Mardi 19 août
A l'ombre d'une falaise, nous en profitons pour dormir un peu plus tard.
Longue journée de voiture à travers les steppes. Nous traversons des zones montagneuses, la piste est difficile. Comme hier, nous ne croisons presque personne, quelques rares voitures. Les nomades semblent avoir déserté cette région. Seules quelques yourtes et des bergers apparaissent occasionnellement. Même les troupeaux sont rares. Nous avons un peu l'impression de traverser des kilomètres durant un no man's land.
Une exception, perdue au milieu de nulle part, une yourte "jardin d'enfants". Deux femmes accueillent une dizaine d'enfants des bergers du coin. Le plus jeune semble avoir 6 mois, le plus âgé 6-7 ans. Ils sont là pour la journée et retournent dans leur famille le soir. En contre partie, les bergers donnent des produits laitiers, pas d'argent. La yourte est aménagée pour eux avec des jeux, des dessins accrochés, des planches illustrées et un "panier de basket" à l'extérieur. Nous avons l'autorisation de rentrer sous la yourte et de prendre des photos.
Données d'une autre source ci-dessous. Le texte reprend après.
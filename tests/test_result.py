from dataclasses import replace
from importlib.metadata import version

import pytest

import femag as fm


def test_a_result_carries_what_its_numbers_rest_on(saturating_26_16: fm.Design) -> None:
    result = fm.solve(saturating_26_16, current=4.0, tolerance=2e-3)
    assert (result.design.current, result.design.tolerance) == (4.0, 2e-3)
    assert result.inductance.relative_half_width <= 2e-3
    assert result.versions["gapfield"] == version("gapfield")
    assert set(result.versions) >= {"python", "numpy", "scipy", "scikit-fem", "gmsh"}
    assert len(result.design_hash) == 64
    assert result.unknowns == result.solution.unknowns


def test_same_input_gives_the_same_numbers_bit_for_bit(saturating_26_16: fm.Design) -> None:
    one, two = (fm.solve(saturating_26_16) for _ in range(2))
    assert replace(one, seconds=0.0) == replace(two, seconds=0.0)


def test_definitions_of_the_inductances(pot_26_16: fm.Design) -> None:
    result = fm.solve(pot_26_16, current=2.0)
    energy = 2 * result.coenergy.value / 4.0
    assert result.inductance.value == pytest.approx(energy, rel=1e-12)
    assert result.apparent_inductance == pytest.approx(energy, rel=1e-9)
    assert result.incremental_inductance == pytest.approx(energy, rel=1e-9)
    assert result.al_value == pytest.approx(energy / 2500, rel=1e-12)
    assert result.fringing_factor == pytest.approx(energy / result.plain_inductance, rel=1e-12)
    assert result.flux_linkage == pytest.approx(2.0 * energy, rel=1e-9)


def test_inductances_part_in_saturation(saturating_26_16: fm.Design) -> None:
    result = fm.solve(saturating_26_16, current=10.0)
    energy, apparent = result.inductance.value, result.apparent_inductance
    assert result.incremental_inductance < 0.6 * apparent < 0.6 * energy


def test_hand_formulas_stand_beside_the_field(pot_26_16: fm.Design) -> None:
    result = fm.solve(pot_26_16)
    for row in result.hand:
        share = row.estimate.inductance / result.inductance.value
        assert row.error == pytest.approx(share - 1.0, rel=1e-12)
    plain = result.hand[0]
    assert plain.estimate.inductance == result.plain_inductance


def test_current_cannot_be_zero(pot_26_16: fm.Design) -> None:
    with pytest.raises(fm.InputError, match="a drive current is needed"):
        fm.solve(pot_26_16, current=0.0)


@pytest.mark.parametrize("current", [0.1, 10.0, 100.0])
def test_stored_energy_is_what_the_coenergy_leaves_of_current_times_linkage(
    saturating_26_16: fm.Design, current: float
) -> None:
    """W + W' = lambda I; a saturated core stores less than L I^2 / 2, which is its co-energy."""
    result = fm.solve(saturating_26_16, current=current)
    both = result.stored_energy + result.coenergy.value
    assert both == pytest.approx(result.flux_linkage * current, rel=1e-12)
    assert 0.0 < result.stored_energy < result.coenergy.value * (1 + 2e-3)
    if current > 1.0:
        assert result.stored_energy < 0.9 * result.coenergy.value


def test_a_linear_core_stores_half_of_inductance_times_current_squared(
    pot_26_16: fm.Design,
) -> None:
    result = fm.solve(pot_26_16, current=3.0)
    assert result.stored_energy == pytest.approx(result.inductance.value * 4.5, rel=1e-9)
Les enfants ont le sourire, des petites filles chantent pour nous. L'accueil est agréable et les deux dames souriantes à notre égard. Nous avons emporté des stylos et crayons de Paris, nous trouvons que l'endroit est idéal pour en donner pour les enfants. Ils ont l'air content de ce modeste cadeau. Il faut dire que la ville la plus proche est loin et les moyens de se ravitailler difficiles.
Nous reprenons notre route jusqu'au village de Tsetserleg (même nom mais pas la même région que celui où nous étions il y a une dizaine de jour). Zucker cherche à remplir le réservoir de la voiture. Ici, une station essence ressemble à une cuve posée à même le sol avec une pompe à main, voire à des bidons remplis d'essence. La discussion fuse, nous croyons comprendre que Zucker discute le prix. L'essence a augmenté ces derniers jours, d'autant plus que nous sommes dans une zone reculée. Sachant que la voiture consomme en moyenne 17 litre au 100 km, ça fait tout de suite une différence. Du coup, Zucker ne prend qu'une dizaine de litres versés dans le réservoir à l'aide d'un grand broc et d'une bouteille plastique en guise d'entonnoir. Authentique !!!
Traversée du village, les constructions sont en bois, avec des palissades. Nous voilà à nouveau sur la piste. Les nomades réapparaissent en petit nombre et les troupeaux aussi : moutons, chèvres, vaches, quelques chevaux.
Pour une fois, nous campons près des arbres, aucune rivière à l'horizon. Arrivée à notre campement à 18h30, diner à 19h15. Pas en grande forme ce soir car je suis à nouveau un peu malade. Et Stéphane est fatigué. Sous la tente à 20h... Excitante soirée !!!